God knows best.  His plans are always better than our plans.  He has proven that to me time and time again, so I just have to remember to pray to and rest in Him.  It is late, so I'm not even going to edit this before posting.  The perfectionist in me usually proofreads and waits until the next day to post.  I'm gonna be cah-razy now and hit the publish button!  


2 comments:

  1. Hi, I saw that you visited my blog: http://proteinintolerantchild.blogspot.com a few months back. I apologize that I didn't respond. Life got very busy and unfortunately I simply had to let my blog go for quite a while. Thanks for reading! I hope your journey with your little one is a little smoother and her tummy troubles are under control. It sounds like you are still dealing with it, and you probably will for quite a while.

    Speaking from experience, it is a very frustrating and sometimes depressing issue. I now have 2 little PICs (Lil Z who is almost 5 and Manamal who is 20 months old). It was much easier the second time around, though.

    Lil Z and Manamal have outgrown everything but gluten and peanuts, but I swear there are certain things that bother them still, and I just can't nail them down.

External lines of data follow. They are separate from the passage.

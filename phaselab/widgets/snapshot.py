"""A static picture of exactly what the explorer shows: the zoomed window, the shading and
boundary, every orbit in its colour (or on the colour scale), seeds, stop marks, periodic
orbits, manifolds, the title and a footer. Used by Export (PNG, SVG, PDF) and for the
picture a saved notebook shows without a kernel.

:class:`Snapshot` holds plain numbers copied from the explorer on its thread; drawing
happens in the worker (matplotlib, no display).
"""

from __future__ import annotations

from dataclasses import dataclass, field

import numpy as np

from phaselab.base.atomic import atomic_path
from phaselab.widgets import theme
from phaselab.widgets.shading import polygon_path


@dataclass
class Snapshot:
    title: str
    subtitle: str
    labels: tuple
    ranges: tuple
    lines: list = field(default_factory=list)
    accents: list = field(default_factory=list)
    forbidden: list | None = None           # polygons, each [outer ring, holes...] of (m, 2)
    orbits: list = field(default_factory=list)   # (points (m, 2), colour, value)
    seeds: list = field(default_factory=list)    # (x, y, colour)
    stops: list = field(default_factory=list)    # (x, y)
    periodic: list = field(default_factory=list)  # (x, y, stability)
    manifolds: dict = field(default_factory=dict)  # branch -> list of (m, 2)
    scale: object = None
    footer: str = ""
    equal_aspect: bool = False


def view_figure(snap: Snapshot, size=(7.2, 5.4), dpi=150):
    """A matplotlib Figure of ``snap`` (not registered with pyplot)."""
    import matplotlib
    from matplotlib.colors import LinearSegmentedColormap
    from matplotlib.figure import Figure

    from phaselab.export.figures import REPORT_RC
    from phaselab.export.marks import BRANCH_STYLE, BRANCH_WORDS, KEY_WORDS, MARKERS

    width, height = size
    with matplotlib.rc_context(REPORT_RC):
        fig = Figure(figsize=(width, height), dpi=dpi, facecolor="white")
        right = 1.15 if snap.scale is not None else 0.25
        left, bottom, top = 0.8, 0.75 if snap.footer else 0.55, 0.78 if snap.subtitle else 0.42
        ax = fig.add_axes((left / width, bottom / height, (width - left - right) / width,
                           (height - bottom - top) / height))
        ax.set_facecolor(theme.GROUND)
        (x0, x1), (y0, y1) = snap.ranges
        path = polygon_path(snap.forbidden) if snap.forbidden else None
        if path is not None:
            from matplotlib.patches import PathPatch

            ax.add_patch(PathPatch(path, facecolor=theme.FORBIDDEN, edgecolor="none", zorder=0))
        for c in snap.lines:
            ax.plot(c[:, 0], c[:, 1], color=theme.MUTED, linewidth=0.6, alpha=0.55, zorder=1)
        for c in snap.accents:
            ax.plot(c[:, 0], c[:, 1], color=theme.BOUNDARY, linewidth=1.0, zorder=1.5)
        art = None
        if snap.scale is not None:
            cmap = LinearSegmentedColormap.from_list("explorer", snap.scale.palette(), N=256).with_extremes(
                bad=theme.MISSING_COLOR)
        for pts, colour, value in snap.orbits:
            if not len(pts):
                continue
            if snap.scale is None:
                ax.scatter(pts[:, 0], pts[:, 1], s=2.2, c=colour, linewidths=0, zorder=2)
            else:
                art = ax.scatter(pts[:, 0], pts[:, 1], s=2.2, c=np.full(len(pts), value), cmap=cmap,
                                 vmin=snap.scale.low, vmax=snap.scale.high, linewidths=0, zorder=2,
                                 plotnonfinite=True)
        branches, keyed = set(), set()
        for branch, lines in snap.manifolds.items():
            colour, style = BRANCH_STYLE.get(branch, ("#333333", "-"))
            for c in lines:
                label = BRANCH_WORDS.get(branch, branch) if branch not in branches else None
                branches.add(branch)
                ax.plot(c[:, 0], c[:, 1], color=colour, linestyle=style, linewidth=0.9, zorder=3, label=label)
        if snap.stops:
            s = np.array(snap.stops)
            ax.scatter(s[:, 0], s[:, 1], marker="x", s=40, c=theme.REFUSED, linewidths=1.6, zorder=4)
        for x, y, colour in snap.seeds:
            ax.scatter([x], [y], s=36, facecolors="white", edgecolors=colour, linewidths=1.6, zorder=5)
        for x, y, stability in snap.periodic:  # above the seed rings
            marker, colour = MARKERS.get(stability, ("D", "#333333"))
            label = KEY_WORDS.get(stability, stability) if stability not in keyed else None
            keyed.add(stability)
            ax.scatter([x], [y], marker=marker, s=60, c=colour, edgecolors="white", linewidths=0.6, zorder=6,
                       label=label)
        if keyed or branches:
            ax.legend(loc="upper right", fontsize=7.5, frameon=True, framealpha=0.85, handletextpad=0.3,
                      borderaxespad=0.3)
        ax.set_xlim(x0, x1)
        ax.set_ylim(y0, y1)
        if snap.equal_aspect:
            ax.set_aspect("equal", adjustable="box")
        ax.set_xlabel(snap.labels[0], fontsize=11)
        ax.set_ylabel(snap.labels[1], fontsize=11)
        for spine in ("top", "right"):
            ax.spines[spine].set_visible(False)
        if snap.scale is not None:
            import matplotlib.cm as cm
            from matplotlib.colors import Normalize

            mappable = art or cm.ScalarMappable(norm=Normalize(snap.scale.low, snap.scale.high), cmap=cmap)
            cax = fig.add_axes(((width - right + 0.25) / width, bottom / height, 0.14 / width,
                                (height - bottom - top) / height))
            bar = fig.colorbar(mappable, cax=cax)
            bar.set_label(snap.scale.title, fontsize=8.5)
            bar.ax.tick_params(labelsize=7.5)
            if snap.scale.anchor is not None:
                bar.ax.axhline(snap.scale.anchor, color="black", linewidth=0.8)
        fig.text(left / width, 1 - 0.12 / height, snap.title, ha="left", va="top", fontsize=12, color=theme.INK)
        if snap.subtitle:
            import textwrap

            # about 0.55 em per character of a sans-serif font (common practice for estimates)
            chars = max(30, int((width - left - 0.2) * 72 / (0.55 * 8.5)))
            lines = textwrap.wrap(snap.subtitle, chars)[:2]
            fig.text(left / width, 1 - 0.34 / height, "\n".join(lines), ha="left", va="top", fontsize=8.5,
                     color=theme.MUTED, linespacing=1.2)
        if snap.footer:
            fig.text(0.1 / width, 0.08 / height, snap.footer, ha="left", va="bottom", fontsize=6.5,
                     color="#555555")
    return fig


def write_figure(snap: Snapshot, path, dpi=150):
    """Write the picture of ``snap`` to ``path`` (.png, .svg or .pdf), atomically."""
    from pathlib import Path

    import matplotlib

    from phaselab.errors import ParameterError

    path = Path(path)
    fmt = path.suffix.lower().lstrip(".")
    if fmt not in ("png", "svg", "pdf"):
        raise ParameterError(f"a figure is written as .png, .svg or .pdf, not {path.suffix!r}")
    if not path.parent.exists():
        raise ParameterError(f"cannot save to {path}: folder {path.parent} does not exist")
    fig = view_figure(snap, dpi=dpi)
    with atomic_path(path) as tmp, matplotlib.rc_context({"svg.fonttype": "none", "pdf.fonttype": 42}):
        fig.savefig(tmp, format=fmt, dpi=dpi, facecolor="white")
    return path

    Good luck, and thank you so much for reading my blog.

    ReplyDelete
  2. Thanks for connecting with me, Michelle. I appreciate you reaching out. Yes, we are still dealing with food protein issues and are exploring the possibility of my little one having Eosinophilic Colitis. Allergy testing and an upper and lower GI scope are on the horizon. It gives me hope that your little ones have outgrown most food intolerances. I am hopeful this is just a small wrinkle in time.
    Take care, and thank you for sharing your experiences through a blog.